Additionally, Oracle is building AI capabilities into its own applications, including supply chain and retail, where the vendor plans to inject intelligent assistants to take action automatically or make recommendations.
And historically, the company’s strategic Autonomous Database and Autonomous Linux owe their automatic, low-cost, low-maintenance operations to artificial intelligence, the company said.
Strong potential
Oracle has a tiny share of the cloud infrastructure market. Amazon leads with 32% market share, followed by Microsoft (23%) and Google (10%), according to an April report from Synergy Research Group.
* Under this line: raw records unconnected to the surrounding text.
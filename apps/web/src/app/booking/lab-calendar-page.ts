import { ChangeDetectionStrategy, Component, computed, inject, signal } from '@angular/core';
import { rxResource } from '@angular/core/rxjs-interop';
import { MatButtonModule } from '@angular/material/button';
import { MatButtonToggleModule } from '@angular/material/button-toggle';
import { MatIconModule } from '@angular/material/icon';
import { MatProgressBarModule } from '@angular/material/progress-bar';
import { RouterLink } from '@angular/router';
import { slotHoldingStates } from '@tunnelwright/contracts';
import { DateTime } from 'luxon';
import { CatalogueApi } from '../core/catalogue-api';
import { problemMessage } from '../core/problem-message';
import { ErrorBanner } from '../shared/error-banner';
import { BookingApi } from './booking-api';
import { bookingStateLabels } from './booking-state-labels';
import { monthDays, weekDays } from './calendar-days';
import { CalendarEntry, CalendarGrid } from './calendar-grid';
import { userTimeZone } from './lab-time';

/** Lab managers' calendar of every tunnel for a week or a month, in the lab's zone. */
@Component({
  selector: 'tw-lab-calendar-page',
  changeDetection: ChangeDetectionStrategy.OnPush,
  imports: [RouterLink, MatButtonModule, MatButtonToggleModule, MatIconModule, MatProgressBarModule, ErrorBanner, CalendarGrid],
  template: `
    <section class="tw-page">
      <header class="tw-page-header">
        <h1>Calendar</h1>
        <a mat-button routerLink="/lab-bookings">Bookings</a>
      </header>
      @if (loadError(); as message) {
        <tw-error-banner [message]="message" (retry)="reload()" />
      }
      @if (bookings.isLoading() || tunnels.isLoading() || settings.isLoading()) {
        <mat-progress-bar mode="indeterminate" aria-label="Loading the calendar" />
      }
      <div class="toolbar">
        <mat-button-toggle-group aria-label="Show" [value]="view()" (change)="view.set($event.value)">
          <mat-button-toggle value="week">Week</mat-button-toggle>
          <mat-button-toggle value="month">Month</mat-button-toggle>
        </mat-button-toggle-group>
        <button mat-icon-button type="button" aria-label="Earlier" (click)="move(-1)"><mat-icon class="material-icons">chevron_left</mat-icon></button>
        <button mat-button type="button" (click)="anchor.set(now())">Today</button>
        <button mat-icon-button type="button" aria-label="Later" (click)="move(1)"><mat-icon class="material-icons">chevron_right</mat-icon></button>
        <span class="title">{{ title() }}</span>
      </div>
      @if (zone(); as zone) {
        <p class="zone">
          Times in the lab's zone, {{ zone }}.
          @if (zone !== viewerZone) {
            Your own zone is {{ viewerZone }}.
          }
        </p>
        <tw-calendar-grid [days]="days()" [lanes]="lanes()" [entries]="entries()" [timeZone]="zone" />
      }
    </section>
  `,
  styles: `
    .toolbar {
      display: flex;
      align-items: center;
      gap: 8px;
      flex-wrap: wrap;
      margin-bottom: 8px;
    }
    .title {
      font: var(--mat-sys-title-medium);
    }
    .zone {
      color: var(--mat-sys-on-surface-variant);
    }
  `,
})
export class LabCalendarPage {
  private readonly api = inject(BookingApi);
  private readonly catalogue = inject(CatalogueApi);

  protected readonly viewerZone = userTimeZone();
  protected readonly view = signal<'week' | 'month'>('week');
  protected readonly anchor = signal<DateTime>(DateTime.now());
  protected readonly bookings = rxResource({ stream: () => this.api.list() });
  protected readonly tunnels = rxResource({ stream: () => this.catalogue.tunnels() });
  protected readonly settings = rxResource({ stream: () => this.api.settings() });
  protected readonly zone = computed(() => (this.settings.hasValue() ? this.settings.value().timeZone : null));
  protected readonly loadError = computed(() => {
    const error = this.bookings.error() ?? this.tunnels.error() ?? this.settings.error();
    return error ? problemMessage(error.cause ?? error, 'The calendar could not be loaded.') : null;
  });
  protected readonly days = computed(() => {
    const zone = this.zone() ?? 'UTC';
    return this.view() === 'week' ? weekDays(this.anchor(), zone) : monthDays(this.anchor(), zone);
  });
  protected readonly title = computed(() => {
    const days = this.days();
    return days.length ? `${days[0]?.label} – ${days[days.length - 1]?.label}` : '';
  });
  protected readonly lanes = computed(() => (this.tunnels.hasValue() ? this.tunnels.value().map((t) => ({ id: t.id, name: t.name })) : []));
  protected readonly entries = computed<CalendarEntry[]>(() =>
    (this.bookings.hasValue() ? this.bookings.value() : [])
      .filter((b) => slotHoldingStates.includes(b.state) || b.state === 'completed')
      .map((b) => ({ laneId: b.tunnelId, period: b.period, label: `${b.organisationName} · ${bookingStateLabels[b.state]}`, kind: 'booking' })),
  );

  protected now(): DateTime {
    return DateTime.now();
  }

  protected move(step: number): void {
    this.anchor.update((at) => (this.view() === 'week' ? at.plus({ weeks: step }) : at.plus({ months: step })));
  }

  protected reload(): void {
    this.bookings.reload();
    this.tunnels.reload();
    this.settings.reload();
  }
}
Oracle barely gets a namecheck in that report, cited among the “Next 20 Companies,” which have a combined 26% market share. However, Synergy does mention Oracle as among those with the highest year-on-year growth rates (without naming specifics).
Oracle shows strong potential in the AI market, Roy Illsley, Omdia chief analyst, said. Specific AI solutions tailored for company data will give organizations competitive advantage, requiring processing power, software and access to foundational models. All hyperscalers and OEMs are competing in this area; winners will be determined by who has the best models, easiest-to-modify software and computation power delivered in a single package, which will require partnerships, he said.
The embedded AI market, with AI included in domain-specific tools and solutions, is more mature and will require company-specific data, Illsley said.
Oracle has been late to the cloud market, but that could work to its advantage, as it’s had an opportunity to learn from competitors’ experience, Illsley said. And he’s not the only one who thinks that.
Oracle faces competition in the enterprise AI Market. Amazon Bedrock and Google Cloud’s Vertex AI take a similar approach, while Azure ML uses Snowflake data warehousing.
Global spending on AI software, hardware and services will likely top $150 billion in 2023 and exceed $300 billion in 2026, IDC predicted. The top AI solutions enterprises are looking to adopt in the next two years include AIOps, augmented intelligence, discovery and analysis, intelligent task and process automation and preventative maintenance, according to a report from IDC.